RECORDS FOR THE TASK:
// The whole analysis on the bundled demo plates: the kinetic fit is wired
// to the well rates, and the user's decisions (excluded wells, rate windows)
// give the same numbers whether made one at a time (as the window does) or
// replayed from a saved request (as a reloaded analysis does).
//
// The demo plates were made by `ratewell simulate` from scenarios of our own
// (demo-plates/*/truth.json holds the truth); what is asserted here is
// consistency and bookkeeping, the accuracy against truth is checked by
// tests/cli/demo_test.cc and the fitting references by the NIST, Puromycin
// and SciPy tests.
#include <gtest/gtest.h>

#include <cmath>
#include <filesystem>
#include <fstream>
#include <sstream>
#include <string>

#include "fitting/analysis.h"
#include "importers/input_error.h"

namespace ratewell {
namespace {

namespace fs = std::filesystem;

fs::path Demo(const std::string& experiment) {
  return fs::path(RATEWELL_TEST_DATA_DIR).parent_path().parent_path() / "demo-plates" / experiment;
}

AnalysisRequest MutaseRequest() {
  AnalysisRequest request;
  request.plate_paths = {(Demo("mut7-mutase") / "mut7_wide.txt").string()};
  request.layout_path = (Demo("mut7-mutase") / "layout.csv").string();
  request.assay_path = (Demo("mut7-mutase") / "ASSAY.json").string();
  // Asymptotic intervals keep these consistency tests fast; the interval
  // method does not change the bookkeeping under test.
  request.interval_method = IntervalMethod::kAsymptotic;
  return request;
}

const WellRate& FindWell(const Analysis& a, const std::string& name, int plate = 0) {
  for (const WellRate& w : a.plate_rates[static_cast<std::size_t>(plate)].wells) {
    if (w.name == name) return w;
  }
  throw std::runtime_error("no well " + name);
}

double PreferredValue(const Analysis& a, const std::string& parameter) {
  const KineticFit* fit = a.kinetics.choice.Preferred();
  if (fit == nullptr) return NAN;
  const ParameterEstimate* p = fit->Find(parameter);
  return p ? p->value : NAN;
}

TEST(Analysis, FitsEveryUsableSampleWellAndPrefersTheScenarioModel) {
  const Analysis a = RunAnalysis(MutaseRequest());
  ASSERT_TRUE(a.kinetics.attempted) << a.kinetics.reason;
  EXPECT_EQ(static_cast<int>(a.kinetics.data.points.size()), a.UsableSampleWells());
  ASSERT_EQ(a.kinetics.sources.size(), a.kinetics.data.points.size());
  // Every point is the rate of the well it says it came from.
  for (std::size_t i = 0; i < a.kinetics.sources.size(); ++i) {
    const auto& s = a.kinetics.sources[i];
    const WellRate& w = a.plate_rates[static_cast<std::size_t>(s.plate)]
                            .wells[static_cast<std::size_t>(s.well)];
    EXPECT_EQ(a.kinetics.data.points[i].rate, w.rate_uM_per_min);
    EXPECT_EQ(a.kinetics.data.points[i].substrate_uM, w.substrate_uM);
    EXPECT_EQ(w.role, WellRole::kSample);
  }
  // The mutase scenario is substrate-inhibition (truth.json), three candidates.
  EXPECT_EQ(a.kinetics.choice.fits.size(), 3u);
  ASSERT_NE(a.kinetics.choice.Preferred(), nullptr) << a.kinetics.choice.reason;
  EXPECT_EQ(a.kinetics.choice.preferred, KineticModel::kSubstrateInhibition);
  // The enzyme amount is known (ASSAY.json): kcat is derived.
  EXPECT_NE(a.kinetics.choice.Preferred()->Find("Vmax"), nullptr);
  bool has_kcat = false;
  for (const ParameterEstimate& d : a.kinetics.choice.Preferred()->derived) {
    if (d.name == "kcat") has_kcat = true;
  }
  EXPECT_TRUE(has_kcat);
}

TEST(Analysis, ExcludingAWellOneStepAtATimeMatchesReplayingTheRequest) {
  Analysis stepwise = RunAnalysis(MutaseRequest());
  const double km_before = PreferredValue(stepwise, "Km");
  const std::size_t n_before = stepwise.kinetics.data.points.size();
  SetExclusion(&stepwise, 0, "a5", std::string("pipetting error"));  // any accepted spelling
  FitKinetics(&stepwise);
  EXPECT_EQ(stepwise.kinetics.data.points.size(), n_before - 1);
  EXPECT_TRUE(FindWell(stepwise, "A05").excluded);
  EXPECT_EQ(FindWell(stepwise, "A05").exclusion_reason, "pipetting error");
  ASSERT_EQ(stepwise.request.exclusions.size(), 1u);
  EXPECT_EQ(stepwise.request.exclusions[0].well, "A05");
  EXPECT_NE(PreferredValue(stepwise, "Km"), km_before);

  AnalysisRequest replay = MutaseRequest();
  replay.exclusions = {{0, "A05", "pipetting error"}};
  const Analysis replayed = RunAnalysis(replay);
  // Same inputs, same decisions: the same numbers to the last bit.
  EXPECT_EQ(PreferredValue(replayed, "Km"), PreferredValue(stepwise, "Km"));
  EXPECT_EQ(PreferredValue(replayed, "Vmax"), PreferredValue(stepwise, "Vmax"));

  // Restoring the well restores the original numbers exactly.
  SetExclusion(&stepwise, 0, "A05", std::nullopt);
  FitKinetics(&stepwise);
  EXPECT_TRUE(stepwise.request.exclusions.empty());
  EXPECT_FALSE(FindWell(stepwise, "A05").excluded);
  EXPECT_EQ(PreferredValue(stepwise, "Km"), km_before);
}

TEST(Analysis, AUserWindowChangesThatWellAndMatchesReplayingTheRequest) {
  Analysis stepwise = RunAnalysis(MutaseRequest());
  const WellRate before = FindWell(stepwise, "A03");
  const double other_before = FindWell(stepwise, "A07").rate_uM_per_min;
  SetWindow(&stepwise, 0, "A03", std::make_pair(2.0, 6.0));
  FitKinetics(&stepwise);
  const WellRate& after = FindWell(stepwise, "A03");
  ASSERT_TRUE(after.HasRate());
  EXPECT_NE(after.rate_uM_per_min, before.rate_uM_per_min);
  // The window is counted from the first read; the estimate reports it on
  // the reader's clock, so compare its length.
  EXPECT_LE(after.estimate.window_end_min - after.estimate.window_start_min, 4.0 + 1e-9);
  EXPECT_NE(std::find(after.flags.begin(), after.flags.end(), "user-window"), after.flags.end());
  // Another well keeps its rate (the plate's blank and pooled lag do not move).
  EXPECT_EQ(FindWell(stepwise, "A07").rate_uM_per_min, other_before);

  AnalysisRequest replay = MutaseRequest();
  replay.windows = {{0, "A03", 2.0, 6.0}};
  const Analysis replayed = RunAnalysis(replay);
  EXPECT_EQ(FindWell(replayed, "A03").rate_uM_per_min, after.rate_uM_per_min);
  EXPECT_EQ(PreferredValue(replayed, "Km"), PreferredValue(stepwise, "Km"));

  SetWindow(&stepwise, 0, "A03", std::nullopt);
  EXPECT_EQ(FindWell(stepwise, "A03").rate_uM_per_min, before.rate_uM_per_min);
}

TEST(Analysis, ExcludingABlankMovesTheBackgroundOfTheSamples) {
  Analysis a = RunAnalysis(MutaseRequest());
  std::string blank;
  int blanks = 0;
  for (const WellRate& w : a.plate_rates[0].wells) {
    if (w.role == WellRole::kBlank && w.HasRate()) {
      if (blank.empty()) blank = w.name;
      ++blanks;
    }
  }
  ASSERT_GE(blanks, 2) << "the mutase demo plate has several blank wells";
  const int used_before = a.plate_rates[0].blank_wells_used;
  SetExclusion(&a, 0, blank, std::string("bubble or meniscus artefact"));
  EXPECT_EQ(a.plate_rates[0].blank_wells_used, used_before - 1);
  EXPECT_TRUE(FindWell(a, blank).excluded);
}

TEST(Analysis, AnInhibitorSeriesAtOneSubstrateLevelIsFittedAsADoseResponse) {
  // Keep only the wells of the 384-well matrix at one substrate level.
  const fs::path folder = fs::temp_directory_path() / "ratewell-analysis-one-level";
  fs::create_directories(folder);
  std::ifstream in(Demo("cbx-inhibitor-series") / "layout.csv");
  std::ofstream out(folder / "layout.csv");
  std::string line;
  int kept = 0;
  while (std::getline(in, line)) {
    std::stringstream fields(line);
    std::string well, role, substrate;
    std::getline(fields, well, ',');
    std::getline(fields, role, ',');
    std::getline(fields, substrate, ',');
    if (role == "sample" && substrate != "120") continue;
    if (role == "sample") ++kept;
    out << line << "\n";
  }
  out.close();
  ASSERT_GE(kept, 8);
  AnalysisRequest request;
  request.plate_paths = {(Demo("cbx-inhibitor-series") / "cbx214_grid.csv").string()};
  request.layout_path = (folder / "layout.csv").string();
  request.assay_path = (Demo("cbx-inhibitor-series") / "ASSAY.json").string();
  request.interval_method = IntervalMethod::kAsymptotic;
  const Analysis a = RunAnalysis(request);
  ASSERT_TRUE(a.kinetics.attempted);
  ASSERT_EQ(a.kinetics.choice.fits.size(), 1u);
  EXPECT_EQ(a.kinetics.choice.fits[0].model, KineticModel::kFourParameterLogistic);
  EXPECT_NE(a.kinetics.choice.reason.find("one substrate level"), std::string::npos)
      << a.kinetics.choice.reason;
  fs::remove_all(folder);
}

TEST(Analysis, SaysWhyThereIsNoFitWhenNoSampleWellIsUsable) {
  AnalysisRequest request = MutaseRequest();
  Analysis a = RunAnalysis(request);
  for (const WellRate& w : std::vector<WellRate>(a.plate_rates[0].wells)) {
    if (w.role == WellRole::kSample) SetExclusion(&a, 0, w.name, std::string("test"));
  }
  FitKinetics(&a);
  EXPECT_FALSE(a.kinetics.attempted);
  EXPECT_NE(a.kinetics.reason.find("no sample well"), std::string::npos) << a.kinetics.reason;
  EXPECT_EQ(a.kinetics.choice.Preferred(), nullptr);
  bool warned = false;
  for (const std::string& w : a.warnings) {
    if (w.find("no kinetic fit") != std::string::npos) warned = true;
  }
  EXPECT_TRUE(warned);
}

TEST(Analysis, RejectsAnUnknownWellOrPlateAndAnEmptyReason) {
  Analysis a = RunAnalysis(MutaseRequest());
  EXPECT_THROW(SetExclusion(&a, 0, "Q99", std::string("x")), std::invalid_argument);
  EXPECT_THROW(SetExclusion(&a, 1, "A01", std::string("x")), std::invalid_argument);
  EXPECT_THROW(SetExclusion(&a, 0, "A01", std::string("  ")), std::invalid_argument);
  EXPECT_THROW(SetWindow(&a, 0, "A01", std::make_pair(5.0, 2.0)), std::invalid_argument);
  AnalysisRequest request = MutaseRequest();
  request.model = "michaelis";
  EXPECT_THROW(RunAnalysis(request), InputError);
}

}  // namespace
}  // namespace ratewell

---

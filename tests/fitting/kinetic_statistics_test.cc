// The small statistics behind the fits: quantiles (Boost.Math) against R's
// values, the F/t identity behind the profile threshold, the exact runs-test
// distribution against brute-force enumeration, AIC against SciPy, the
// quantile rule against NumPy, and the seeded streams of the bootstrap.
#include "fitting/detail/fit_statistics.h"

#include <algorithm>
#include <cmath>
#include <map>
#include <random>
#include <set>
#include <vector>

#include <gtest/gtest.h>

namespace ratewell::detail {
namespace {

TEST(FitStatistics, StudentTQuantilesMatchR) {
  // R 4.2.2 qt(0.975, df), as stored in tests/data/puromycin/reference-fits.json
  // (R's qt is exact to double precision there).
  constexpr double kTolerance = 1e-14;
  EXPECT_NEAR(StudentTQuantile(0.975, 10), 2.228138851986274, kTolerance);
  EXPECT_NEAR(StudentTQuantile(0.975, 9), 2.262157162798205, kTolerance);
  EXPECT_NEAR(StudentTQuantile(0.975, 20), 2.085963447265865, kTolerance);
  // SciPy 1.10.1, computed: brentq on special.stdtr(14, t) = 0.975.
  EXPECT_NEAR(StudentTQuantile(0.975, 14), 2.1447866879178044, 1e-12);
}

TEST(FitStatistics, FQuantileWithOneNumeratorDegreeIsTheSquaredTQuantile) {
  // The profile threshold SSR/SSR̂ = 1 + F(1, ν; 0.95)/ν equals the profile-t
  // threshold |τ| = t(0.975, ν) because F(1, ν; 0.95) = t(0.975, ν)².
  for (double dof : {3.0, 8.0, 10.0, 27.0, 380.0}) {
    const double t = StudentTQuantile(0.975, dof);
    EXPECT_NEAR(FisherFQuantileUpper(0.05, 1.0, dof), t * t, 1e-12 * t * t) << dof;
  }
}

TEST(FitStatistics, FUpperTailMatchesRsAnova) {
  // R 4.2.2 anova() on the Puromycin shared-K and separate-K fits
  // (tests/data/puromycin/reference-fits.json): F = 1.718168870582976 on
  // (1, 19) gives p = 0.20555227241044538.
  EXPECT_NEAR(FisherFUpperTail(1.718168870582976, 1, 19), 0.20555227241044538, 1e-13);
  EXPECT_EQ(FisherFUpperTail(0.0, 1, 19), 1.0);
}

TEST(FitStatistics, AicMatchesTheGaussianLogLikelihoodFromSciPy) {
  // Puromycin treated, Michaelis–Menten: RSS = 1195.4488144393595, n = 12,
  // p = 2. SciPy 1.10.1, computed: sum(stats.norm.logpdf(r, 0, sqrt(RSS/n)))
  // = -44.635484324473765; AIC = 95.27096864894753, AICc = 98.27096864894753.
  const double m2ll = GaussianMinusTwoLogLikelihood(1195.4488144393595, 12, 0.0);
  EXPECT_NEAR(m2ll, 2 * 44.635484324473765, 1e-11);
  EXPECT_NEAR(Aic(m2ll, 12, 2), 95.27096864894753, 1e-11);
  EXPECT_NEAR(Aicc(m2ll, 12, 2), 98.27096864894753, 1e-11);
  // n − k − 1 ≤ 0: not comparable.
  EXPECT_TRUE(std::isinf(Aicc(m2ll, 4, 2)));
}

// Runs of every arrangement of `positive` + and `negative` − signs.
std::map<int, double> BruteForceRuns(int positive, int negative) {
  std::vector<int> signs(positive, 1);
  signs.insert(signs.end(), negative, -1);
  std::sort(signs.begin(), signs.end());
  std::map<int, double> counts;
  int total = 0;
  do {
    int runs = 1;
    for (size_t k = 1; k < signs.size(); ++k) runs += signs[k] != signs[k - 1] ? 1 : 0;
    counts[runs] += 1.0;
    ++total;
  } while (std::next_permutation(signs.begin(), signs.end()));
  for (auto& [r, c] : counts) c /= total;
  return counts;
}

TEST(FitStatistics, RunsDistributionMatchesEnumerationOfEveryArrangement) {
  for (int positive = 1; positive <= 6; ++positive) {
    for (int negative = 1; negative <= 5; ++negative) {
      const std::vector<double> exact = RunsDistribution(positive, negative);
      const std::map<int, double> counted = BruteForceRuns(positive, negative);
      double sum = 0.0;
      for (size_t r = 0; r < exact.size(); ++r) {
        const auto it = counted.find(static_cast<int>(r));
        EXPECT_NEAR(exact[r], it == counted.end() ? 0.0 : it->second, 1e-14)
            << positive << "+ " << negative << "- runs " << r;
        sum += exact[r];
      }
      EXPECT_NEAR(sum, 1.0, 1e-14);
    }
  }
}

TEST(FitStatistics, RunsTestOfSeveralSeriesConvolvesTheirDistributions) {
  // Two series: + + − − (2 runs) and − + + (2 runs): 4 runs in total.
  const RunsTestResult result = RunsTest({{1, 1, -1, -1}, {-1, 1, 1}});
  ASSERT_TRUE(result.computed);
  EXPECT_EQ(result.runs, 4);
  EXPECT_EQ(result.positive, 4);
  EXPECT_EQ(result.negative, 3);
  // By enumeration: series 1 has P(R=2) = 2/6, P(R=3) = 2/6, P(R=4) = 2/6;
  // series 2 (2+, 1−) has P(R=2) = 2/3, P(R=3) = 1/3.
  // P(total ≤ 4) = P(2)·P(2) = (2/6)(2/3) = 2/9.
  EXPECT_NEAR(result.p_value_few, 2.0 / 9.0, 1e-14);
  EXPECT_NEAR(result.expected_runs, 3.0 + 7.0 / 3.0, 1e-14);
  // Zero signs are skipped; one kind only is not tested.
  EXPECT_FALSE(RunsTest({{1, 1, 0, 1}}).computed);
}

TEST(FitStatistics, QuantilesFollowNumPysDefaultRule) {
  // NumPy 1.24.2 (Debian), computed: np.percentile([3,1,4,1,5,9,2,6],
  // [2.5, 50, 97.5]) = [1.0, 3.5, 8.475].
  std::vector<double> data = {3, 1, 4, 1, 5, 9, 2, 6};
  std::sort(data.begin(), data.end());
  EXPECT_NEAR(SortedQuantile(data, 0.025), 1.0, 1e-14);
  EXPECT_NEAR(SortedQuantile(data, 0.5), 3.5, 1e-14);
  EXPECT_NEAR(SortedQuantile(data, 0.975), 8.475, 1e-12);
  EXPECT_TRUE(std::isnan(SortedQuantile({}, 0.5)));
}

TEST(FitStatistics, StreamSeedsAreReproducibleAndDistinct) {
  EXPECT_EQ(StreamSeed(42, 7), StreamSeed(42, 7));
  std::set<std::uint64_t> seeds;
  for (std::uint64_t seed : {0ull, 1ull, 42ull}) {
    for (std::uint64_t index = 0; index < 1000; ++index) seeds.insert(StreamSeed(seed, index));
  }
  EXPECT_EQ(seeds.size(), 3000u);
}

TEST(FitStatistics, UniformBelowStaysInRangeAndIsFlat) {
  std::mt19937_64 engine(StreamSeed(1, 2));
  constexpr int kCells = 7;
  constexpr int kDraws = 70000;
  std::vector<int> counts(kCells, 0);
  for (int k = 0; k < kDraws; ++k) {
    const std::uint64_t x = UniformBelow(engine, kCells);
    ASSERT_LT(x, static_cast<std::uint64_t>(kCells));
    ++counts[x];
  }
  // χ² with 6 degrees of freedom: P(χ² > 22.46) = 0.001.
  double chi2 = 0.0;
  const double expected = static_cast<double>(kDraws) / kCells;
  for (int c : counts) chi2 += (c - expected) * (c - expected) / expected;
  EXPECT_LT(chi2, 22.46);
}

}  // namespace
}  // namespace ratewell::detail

PROBLEM TO SOLVE:
Going through the data above, return each line with the word "threshold".

SOLUTION TO THIS EXERCISE:
// values, the F/t identity behind the profile threshold, the exact runs-test
  // The profile threshold SSR/SSR̂ = 1 + F(1, ν; 0.95)/ν equals the profile-t
  // threshold |τ| = t(0.975, ν) because F(1, ν; 0.95) = t(0.975, ν)².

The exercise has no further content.